Show HN: Amazon S3 API Support for Backblaze B2 Cloud Storage Service - y4m4b4
https://blog.minio.io/experimental-amazon-s3-api-support-for-backblaze-b2-cloud-storage-service-685e0f35a6d7
======
krullie
I've never really been able to figure out what a good strategy is for object
storage organization. Do you create a bucket per application instance? user?
organization?

Right now I'm playing with a new service and came up with this which is
probably over engineerd:

Here is an actual object key including the bucket:
7dcdb229600e4467a2714866e0d406f6/85/26c/c0271374067b5db832adb7909a7/bbda55db15266f7ce2284d8f5f66fc85e495e2b12265ef87537237ad5e2658b24c081970332417f60e5fc352ae9b8c1031398c02ecde03eb29af2d3c8eda8a4b/y18.gif

Given the file's uuid is aabbbcccccccccccccccccccccccccccccc

for original images: {{organizations_uuid as
bucket}}/aa/bbb/cccccccccccccccccccccccccccccc/{{sha512sum}}/{{originalfilename}}

And for all derivatives of it: {{organizations_uuid as
bucket}}/aa/bbb/cccccccccccccccccccccccccccccc/derived/{{this files
uuid}}_{{filename}}

My thinking was that:

\- using the organizations' uuid (which can have multiple users) as a bucket
makes backing up per organization and having on prem deployments easier.
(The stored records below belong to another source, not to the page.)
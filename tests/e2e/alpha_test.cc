// End-to-end checks of the alpha outputs on the sample study, and the VTI
// relations through the loader and runner.
#include <gtest/gtest.h>
#include <sys/wait.h>
#include <unistd.h>

#include <algorithm>
#include <cmath>
#include <cstdlib>
#include <filesystem>
#include <fstream>
#include <map>
#include <nlohmann/json.hpp>
#include <sstream>
#include <string>
#include <vector>

#include "porofit/io/csv.h"
#include "porofit/io/study_loader.h"
#include "porofit/report/report.h"
#include "porofit/run/run.h"

namespace porofit {
namespace {
namespace fs = std::filesystem;

// Runs the sample study once for every test in this file.
const fs::path& SampleOutput() {
  static const fs::path out = [] {
    const fs::path dir = fs::temp_directory_path() / ("porofit-e2e-alpha-" + std::to_string(::getpid()));
    fs::remove_all(dir);
    const std::string cmd = std::string("POROFIT_FIXED_TIMESTAMP=2026-02-03T04:05:06Z '") + POROFIT_EXE + "' fit '" +
                            POROFIT_SAMPLE_STUDY + "' --out '" + dir.string() + "' --quiet";
    const int status = std::system(cmd.c_str());
    EXPECT_TRUE(WIFEXITED(status) && WEXITSTATUS(status) == 0) << cmd;
    return dir;
  }();
  return out;
}

struct Cleanup : ::testing::Environment {
  void TearDown() override { fs::remove_all(SampleOutput()); }
};
const auto* const kCleanup = ::testing::AddGlobalTestEnvironment(new Cleanup);

csv::Table Read(const std::string& name) { return csv::ReadCsvFile((SampleOutput() / name).string()); }

double Cell(const csv::Table& t, const csv::Row& r, const std::string& column) {
  const int k = t.ColumnIndex(column);
  EXPECT_GE(k, 0) << column;
  double v = std::nan("");
  if (k >= 0 && !r.fields[static_cast<size_t>(k)].empty()) csv::ParseNumber(r.fields[static_cast<size_t>(k)], v);
  return v;
}
std::string Text(const csv::Table& t, const csv::Row& r, const std::string& column) {
  const int k = t.ColumnIndex(column);
  return k >= 0 ? r.fields[static_cast<size_t>(k)] : std::string("<missing>");
}

TEST(AlphaOutputs, AlphaCsvHasTheDocumentedColumns) {
  const csv::Table t = Read("alpha.csv");
  const std::vector<std::string> expected = {
      "sample",        "model",          "method",         "pressure_MPa",   "K_GPa",          "K_lo_GPa",
      "K_hi_GPa",      "alpha",          "alpha_conf_lo",  "alpha_conf_hi",  "alpha_pred_lo",  "alpha_pred_hi",
      "alpha_simul_lo", "alpha_simul_hi", "ks_variance_share", "M_GPa",       "M_lo_GPa",       "M_hi_GPa",
      "K_u_GPa",       "K_u_lo_GPa",     "K_u_hi_GPa",     "B",              "B_lo",           "B_hi",
      "flags"};
  EXPECT_EQ(t.header.fields, expected);
}

TEST(AlphaOutputs, EveryConvergedFitOfASampleWithGrainModulusHasRowsPerMethodAndGridPoint) {
  const Study study = LoadStudy(POROFIT_SAMPLE_STUDY);
  const csv::Table t = Read("alpha.csv");
  std::map<std::string, size_t> rows;
  for (const auto& r : t.rows) ++rows[Text(t, r, "sample") + "/" + Text(t, r, "model") + "/" + Text(t, r, "method")];
  size_t expected_total = 0;
  for (const StudySample& ss : study.samples) {
    const bands::BandOptions& o = ss.bands.options;
    for (const ModelChoice& m : ss.models) {
      for (const auto& [method, on] : std::vector<std::pair<std::string, bool>>{
               {"delta", o.delta}, {"monte-carlo", o.monte_carlo}, {"bootstrap", o.bootstrap}}) {
        // The sample study's grid is 61 points; every fit converges (EveryFitConverges test).
        const size_t want = ss.grain.given && on ? 61u : 0u;
        EXPECT_EQ(rows[ss.sample.id + "/" + m.model_id + "/" + method], want) << ss.sample.id << " " << m.model_id;
        expected_total += want;
      }
    }
  }
  EXPECT_EQ(t.rows.size(), expected_total);
  // At least one plug has all three methods (sample-study requirement).
  EXPECT_GT(rows["QV14-2231V-unload/exp-modulus/bootstrap"], 0u);
  EXPECT_GT(rows["QV14-2231V-unload/exp-modulus/monte-carlo"], 0u);
}

TEST(AlphaOutputs, BandsAreOrderedAndAlphaIsOneMinusKOverKs) {
  const csv::Table t = Read("alpha.csv");
  const csv::Table g = Read("grain_modulus.csv");
  std::map<std::string, double> ks;
  for (const auto& r : g.rows) ks[Text(g, r, "sample")] = Cell(g, r, "K_s_GPa");
  int checked = 0;
  for (const auto& r : t.rows) {
    const std::string where = Text(t, r, "sample") + " " + Text(t, r, "model") + " " + Text(t, r, "method") + " P " +
                              Text(t, r, "pressure_MPa");
    const double k = Cell(t, r, "K_GPa"), a = Cell(t, r, "alpha");
    if (Text(t, r, "flags").find("model-undefined") != std::string::npos) {
      // e.g. a power law at P = 0: no number, flagged instead.
      EXPECT_TRUE(std::isnan(k)) << where;
      continue;
    }
    EXPECT_TRUE(std::isfinite(k)) << where << " (unflagged rows have numbers)";
    EXPECT_NEAR(a, 1 - k / ks[Text(t, r, "sample")], 1e-12) << where;
    EXPECT_LE(Cell(t, r, "K_lo_GPa"), k) << where;
    EXPECT_LE(k, Cell(t, r, "K_hi_GPa")) << where;
    const double clo = Cell(t, r, "alpha_conf_lo"), chi = Cell(t, r, "alpha_conf_hi");
    EXPECT_LT(clo, chi) << where;
    if (Text(t, r, "method") == "delta") {
      // Delta bands are symmetric about the plug-in value; prediction and
      // whole-curve bands contain the pointwise confidence band.
      EXPECT_LE(clo, a) << where;
      EXPECT_LE(a, chi) << where;
      EXPECT_LE(Cell(t, r, "alpha_pred_lo"), clo) << where;
      EXPECT_GE(Cell(t, r, "alpha_pred_hi"), chi) << where;
      EXPECT_LE(Cell(t, r, "alpha_simul_lo"), clo) << where;
      EXPECT_GE(Cell(t, r, "alpha_simul_hi"), chi) << where;
      const double share = Cell(t, r, "ks_variance_share");
      EXPECT_GE(share, 0) << where;
      EXPECT_LE(share, 1) << where;
    }
    ++checked;
  }
  EXPECT_GT(checked, 1000);
}

TEST(AlphaOutputs, ExtrapolatedFlagMarksExactlyThePressuresOutsideTheData) {
  const Study study = LoadStudy(POROFIT_SAMPLE_STUDY);
  std::map<std::string, std::pair<double, double>> range;
  for (const StudySample& ss : study.samples) {
    double lo = INFINITY, hi = -INFINITY;
    for (const DataPoint& p : ss.sample.points) lo = std::min(lo, p.pressure / 1e6), hi = std::max(hi, p.pressure / 1e6);
    range[ss.sample.id] = {lo, hi};
  }
  const csv::Table t = Read("alpha.csv");
  int flagged = 0;
  for (const auto& r : t.rows) {
    const double p = Cell(t, r, "pressure_MPa");
    const auto [lo, hi] = range[Text(t, r, "sample")];
    const bool outside = p < lo - 1e-9 || p > hi + 1e-9;
    const bool flag = Text(t, r, "flags").find("extrapolated") != std::string::npos;
    EXPECT_EQ(flag, outside) << Text(t, r, "sample") << " P " << p;
    flagged += flag ? 1 : 0;
  }
  EXPECT_GT(flagged, 0);
}

TEST(AlphaOutputs, GrainModulusTableNamesTheSharedGroupAndClayRichShaleIsWidest) {
  const csv::Table g = Read("grain_modulus.csv");
  std::map<std::string, const csv::Row*> by;
  for (const auto& r : g.rows) by[Text(g, r, "sample")] = &r;
  ASSERT_EQ(g.rows.size(), LoadStudy(POROFIT_SAMPLE_STUDY).samples.size());
  ASSERT_TRUE(by.count("QV14-2231V-unload"));
  EXPECT_EQ(Text(g, *by["QV14-2231V-unload"], "group"), "qv14-2231");
  EXPECT_EQ(Text(g, *by["QV14-2231V-unload"], "shared_with"), "QV14-2231V;QV14-2231V-dyn");
  EXPECT_EQ(Text(g, *by["QV14-2320H-dyn"], "method"), "none");
  EXPECT_EQ(Text(g, *by["QV14-2409V"], "method"), "measured");
  auto rel = [&](const std::string& id) {
    return Cell(g, *by[id], "sigma_K_s_GPa") / Cell(g, *by[id], "K_s_GPa");
  };
  EXPECT_GT(rel("QV14-2544V"), 3 * rel("QV14-2231V"));
  EXPECT_GT(rel("QV14-2544V"), rel("QV14-2409V"));
}

TEST(AlphaOutputs, ResultsJsonCarriesTheSchemaVersionAndTheCorrelationCaveat) {
  std::ifstream in(SampleOutput() / "results.json");
  const nlohmann::json j = nlohmann::json::parse(in);
  EXPECT_EQ(j["schema_version"], kResultsSchemaVersion);  // 3 since the comparison sections
  ASSERT_FALSE(j["alpha_notes"].empty());
  EXPECT_NE(j["alpha_notes"][0].get<std::string>().find("correlated"), std::string::npos);
  bool saw_group = false;
  for (const auto& s : j["samples"]) {
    if (s["grain_modulus"]["method"] == "mineralogy") {
      EXPECT_TRUE(s["grain_modulus"]["K"].contains("hs_lower"));
      EXPECT_FALSE(s["grain_modulus"]["sources"].empty());
    }
    saw_group = saw_group || s["grain_modulus"].value("group", nlohmann::json()).is_string();
  }
  EXPECT_TRUE(saw_group);
  const std::string summary = [] {
    std::ifstream f(SampleOutput() / "summary.txt");
    std::stringstream ss;
    ss << f.rdbuf();
    return ss.str();
  }();
  // The caveat is stated once in the summary.
  const std::string caveat = "alpha errors are fully correlated across pressures";
  const size_t first = summary.find(caveat);
  ASSERT_NE(first, std::string::npos);
  EXPECT_EQ(summary.find(caveat, first + 1), std::string::npos);
}

TEST(AlphaOutputs, VtiStiffnessesGiveTheCheckValues) {
  // Check value 14 [computed; docs/check-values.md]: C11 30, C12 10, C13 8, C33 20,
  // K_s 40 GPa -> alpha_h 0.600, alpha_v 0.700.
  const std::string text =
      "name: vti check\nsamples:\n  - id: S1\n    lithology: shale\n    porosity: 0.1\n    bulk_density: 2.5 g/cc\n"
      "    measurement: static\n    data:\n      columns: [P MPa, K GPa]\n"
      "      rows: [[5, 8.1], [10, 10.2], [20, 12.9], [40, 15.0]]\n    models: [linear]\n"
      "    grain_modulus: {measured: {K_s: 40 GPa, sigma: 2 GPa, source: check 14}}\n"
      "    vti_stiffness:\n      columns: [P MPa, C11 GPa, C12 GPa, C13 GPa, C33 GPa]\n"
      "      rows: [[10, 30, 10, 8, 20], [60, 30, 10, 8, 20]]\n";
  const Study study = ParseStudy(text, "vti.yaml", ModelRegistry::Builtin());
  RunOptions ro;
  ro.timestamp_utc = "2026-02-03T04:05:06Z";
  const StudyRun run = RunStudy(study, ro);
  ASSERT_EQ(run.samples[0].vti.size(), 2u);
  EXPECT_NEAR(run.samples[0].vti[0].alpha_h, 0.600, 1e-12);
  EXPECT_NEAR(run.samples[0].vti[0].alpha_v, 0.700, 1e-12);
  // d alpha = (1 - alpha) dK_s/K_s [computed from alpha = 1 - K/K_s]: 0.4 * 2/40 = 0.02.
  EXPECT_NEAR(run.samples[0].vti[0].sigma_h, 0.02, 1e-12);
  EXPECT_FALSE(run.samples[0].vti[0].extrapolated);
  EXPECT_TRUE(run.samples[0].vti[1].extrapolated);
  // One delta band per fit.
  ASSERT_EQ(run.samples[0].bands.size(), 1u);
  EXPECT_TRUE(run.samples[0].bands[0].computed) << run.samples[0].bands[0].message;
}

}  // namespace
}  // namespace porofit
\- Encoding the file's uuid in the object name can identify it easily and by
splitting that uuid up in 2/3/rest would help with spreading of objects.

\- Encoding the file's sha512sum in the key name would enable checking that
file's integrity even without a database.

\- putting all derived files under derived but with the original file's uuid
prefix makes the link between them clear.

I know this will result in long object names as shown above in the actual
example but it does include quite some information. What parts of this is
considered bad practice? Do you have any real world examples for other
strategies? They seem hard to come by.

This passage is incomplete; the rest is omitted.